During a March packrafting session, my hands got dangerously cold. I had tried Temres waterproof gloves for insulation, but they quickly proved impractical for actual paddling — if you fall in, water floods the inside of the glove and insulation becomes worthless. That experience pushed me to think more seriously about hand protection for cold-weather paddling.
In Hokkaido, from autumn through the snowmelt flooding of spring, water temperatures stay low year-round. Combine that with cold air and wind, and any exposed skin not covered by a drysuit — ears, hands — goes numb almost instantly. Beyond discomfort, this means reduced grip strength, accelerated fatigue, and real hypothermia risk.
Choosing Pogies or Gloves for Packrafting
Various brands make pogies and paddling gloves, but the key differences come down to material and wearing style. Choose based on your paddling region and conditions.
Material
Nylon (water-resistant fabric) Not suited for truly deep-winter conditions, but a good choice when temperatures start to drop in autumn. Lightweight and easy to pack. Works well for shoulder seasons when air temperatures are cool but not extreme.
Neoprene (insulates even when wet) The choice for anyone who is especially sensitive to cold, or for those paddling in late autumn, mid-winter, or during the high-water snowmelt period in spring. Obviously unnecessary in summer. Neoprene continues to provide warmth even after getting wet, which makes it significantly more reliable in worst-case scenarios.
Wearing Style
Pogies — attached to the paddle shaft, worn only while paddling Your hands are bare inside the pogie, gripping the shaft directly — which gives excellent paddle feel and blade angle awareness. The enclosed design means even wave splashes won’t chill your hands while you’re paddling. The downside: when you’re off the paddle (scouting, portaging, resting), your hands have no protection, so you’ll need a separate pair of gloves for those moments. If you fall in, your hands are exposed immediately.

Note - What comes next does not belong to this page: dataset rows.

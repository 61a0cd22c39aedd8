import { json } from '@sveltejs/kit';
import type { RequestHandler } from './$types';
import { idParam, readJson, respond } from '$lib/server/api';
import * as jobs from '$lib/server/db/jobs';
import { actorOf } from '$lib/server/guard';
import { patchJobSchema } from '$lib/schemas/floor';

export const GET: RequestHandler = (event) =>
	respond(async () => json(await jobs.read(actorOf(event.locals), idParam(event))));

export const PATCH: RequestHandler = (event) =>
	respond(async () => {
		const patch = await readJson(event.request, patchJobSchema);
		return json(await jobs.update(actorOf(event.locals), idParam(event), patch));
	});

Open-palm mitts — worn continuously, with the palm area open A good middle-ground option. The palm opening means slightly less direct contact with the shaft compared to bare-hand pogies, but the difference is minor in practice. The key advantage: your hands stay reasonably warm even when you’re not actively paddling, and in a swim situation you still have some coverage. This style balances paddle feel with off-paddle warmth fairly well.
Full mitts or 5-finger gloves — fully enclosed, palm included Keep your hands warm both on and off the paddle. The tradeoff is feel: even a single layer of material between your palm and the shaft noticeably changes how the paddle blade angle registers. This can make it harder to sense blade orientation during strokes — a real issue in more technical water.
Each style has clear tradeoffs, and the right choice depends on where and how you paddle. For my own use — prioritizing paddle feel, and paddling river touring routes without serious whitewater sections in winter — I settled on the NRS Clutch Pogies in neoprene, mounted on the paddle shaft.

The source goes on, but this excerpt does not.